With the proliferation of components and systems that require electrical power in today’s vehicle, the standard 12-Volt battery has been pushed to its limits. Under idle conditions and especially under low-temperature conditions, current 12V electrical systems can account for the entire power output of a conventional alternator. Increasing the vehicle’s power network (or portions thereof) to a higher voltage reduces losses in the vehicles distribution system. At higher voltages (over about 60V) safety regulations make this a much more challenging effort.
FEV believes that 48-Volt technology will be the next evolution in in-vehicle power and, as a leading developer of advanced powertrain, vehicle systems and connected vehicle technology, is playing a lead role in the development and integration of 48-Volt components and systems. FEV will display some of its 48-Volt technology capabilities on April 12 – 14 at the 2016 SAE World Congress at Cobo Center in Detroit.
Industry OEM’s are facing significant challenges in terms of meeting fleet consumption thresholds in nearly all of their production vehicle segments. Vehicle electrification will play a significant role in finding a solution path. However, the plug-in hybrid that offers so much benefit in this regard also necessitates massive intervention into the design of the transmission which generates additional cost. These costs then need to be amortized over what, at least for the moment, are relatively small production volumes.
FEV engineers are working on a mild hybrid approach that has promise, in this regard, since accommodating a 48-Volt architecture does not require a complete redevelopment of the entire powertrain. FEV engineers used the AMG45 as a technology carrier to demonstrate how a production-compatible solution might look by advantageously integrating an additional 48 volt E-Charger.
The e-charger, incorporated into the AMG technology demonstration vehicle, was a way for FEV to showcase its capabilities to support this upcoming technology. The e-charger combined with a high power vehicle electrical system supports downsized engines with high specific power by improving transient response and low-end torque.
A 48-Volt system also enables new vehicle features with high power demand like active damping, electric power steering, and off-engine climatization. In combination with a 48-Volt battery and 12-Volt DC/DC converter, mild hybridization is also possible.

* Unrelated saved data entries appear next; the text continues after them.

//! How two configurations differ in what may not change within a folder.

use std::collections::BTreeSet;
use std::fmt;

use serde_json::Value;

use crate::config::pointer;

/// Parts of a configuration that may change: points that belong are kept.
const FREE: [&str; 4] = ["scan", "outputs", "models", "title"];

/// One place where two configurations differ.
#[derive(Clone, Debug, PartialEq)]
pub struct Difference {
    /// JSON Pointer (RFC 6901).
    pub place: String,
    /// What the folder was made with; none where nothing was written.
    pub before: Option<Value>,
    /// What is asked now.
    pub now: Option<Value>,
}

impl fmt::Display for Difference {
    fn fmt(&self, f: &mut fmt::Formatter<'_>) -> fmt::Result {
        let word = |value: &Option<Value>| value.as_ref().map_or("nothing".into(), Value::to_string);
        write!(f, "{}: {} before, {} now", self.place, word(&self.before), word(&self.now))
    }
}

/// Where the configurations differ, apart from what may change and from what both scan.
pub(super) fn between(before: &Value, now: &Value) -> Vec<Difference> {
    let mut found = Vec::new();
    for key in keys(before, now) {
        if !FREE.contains(&key) {
            compare(&pointer::join("", key), before.get(key), now.get(key), &mut found);
        }
    }
    let (old, new) = (scanned(before), scanned(now));
    found.retain(|difference| {
        let within = |axis: &&str| {
            let rest = difference.place.strip_prefix(axis);
            rest.is_some_and(|rest| rest.is_empty() || rest.starts_with('/'))
        };
        !(old.iter().any(within) && new.iter().any(within))
    });
    found
}

/// Which of the parts that may change did.
pub(super) fn changed_parts(before: &Value, now: &Value) -> Vec<String> {
    let changed = |part: &&str| {
        let mut found = Vec::new();
        compare("", before.get(part), now.get(part), &mut found);
        !found.is_empty()
    };
    FREE.into_iter().filter(changed).map(str::to_owned).collect()
}

fn scanned(configuration: &Value) -> Vec<&str> {
    let axes = configuration["scan"].as_array().into_iter().flatten();
    axes.filter_map(|axis| axis["parameter"].as_str()).collect()
}

fn keys<'a>(a: &'a Value, b: &'a Value) -> BTreeSet<&'a str> {
    let keys = |value: &'a Value| value.as_object().into_iter().flatten().map(|(key, _)| key.as_str());
    keys(a).chain(keys(b)).filter(|key| !matches!(*key, "note" | "$schema")).collect()
}

fn compare(place: &str, before: Option<&Value>, now: Option<&Value>, found: &mut Vec<Difference>) {
    match (before, now) {
        (Some(a), Some(b)) if a.is_object() && b.is_object() => {
            for key in keys(a, b) {
                compare(&pointer::join(place, key), a.get(key), b.get(key), found);
            }
        }
        (Some(Value::Array(a)), Some(Value::Array(b))) if a.len() == b.len() => {
            for (index, (a, b)) in a.iter().zip(b).enumerate() {
                compare(&pointer::join(place, &index.to_string()), Some(a), Some(b), found);
            }
        }
        _ if before == now => {}
        _ => found.push(Difference { place: place.into(), before: before.cloned(), now: now.cloned() }),
    }
}

#[cfg(test)]
mod tests {
    use serde_json::json;

    use super::*;

    #[test]
    fn differences_are_named_with_both_values() {
        let before = json!({ "field": { "pulses": [{ "phase": "0 deg", "delay": "1 fs" }] }, "title": "A" });
        let now = json!({ "field": { "pulses": [{ "phase": "9 deg", "note": "new" }] }, "title": "B" });
        let lines: Vec<String> = between(&before, &now).iter().map(ToString::to_string).collect();
        assert_eq!(
            lines,
            [
                "/field/pulses/0/delay: \"1 fs\" before, nothing now",
                "/field/pulses/0/phase: \"0 deg\" before, \"9 deg\" now",
            ]
        );
        assert_eq!(changed_parts(&before, &now), ["title"]);
    }

    #[test]
    fn what_both_scan_may_differ_where_it_stands() {
        let request =
            |phase: &str, axis: &str| json!({ "field": { "phase": phase }, "scan": [{ "parameter": axis }] });
        let phase = "/field/phase";
        assert!(between(&request("0 deg", phase), &request("9 deg", phase)).is_empty());
        assert_eq!(between(&request("0 deg", phase), &request("9 deg", "/field/delay")).len(), 1);
        assert_eq!(changed_parts(&request("0 deg", phase), &request("0 deg", "/field")), ["scan"]);
    }
}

The system’s capabilities can be used to obtain a reduction in fuel consumption of up to 15 percent via down-speeding or, alternatively, used to increase performance and provide even better responsiveness. FEV engineers performed the mechanical integration of e-Booster hardware and modified the charging system, integrated the 48V electric system, and performed all the Rapid Control Prototyping (RCP), functional development and calibration for the e-Booster operating strategy. Also contributing to its environmental advantage is the fact that raw engine emissions can be reduced by supplying transient boost more rapidly.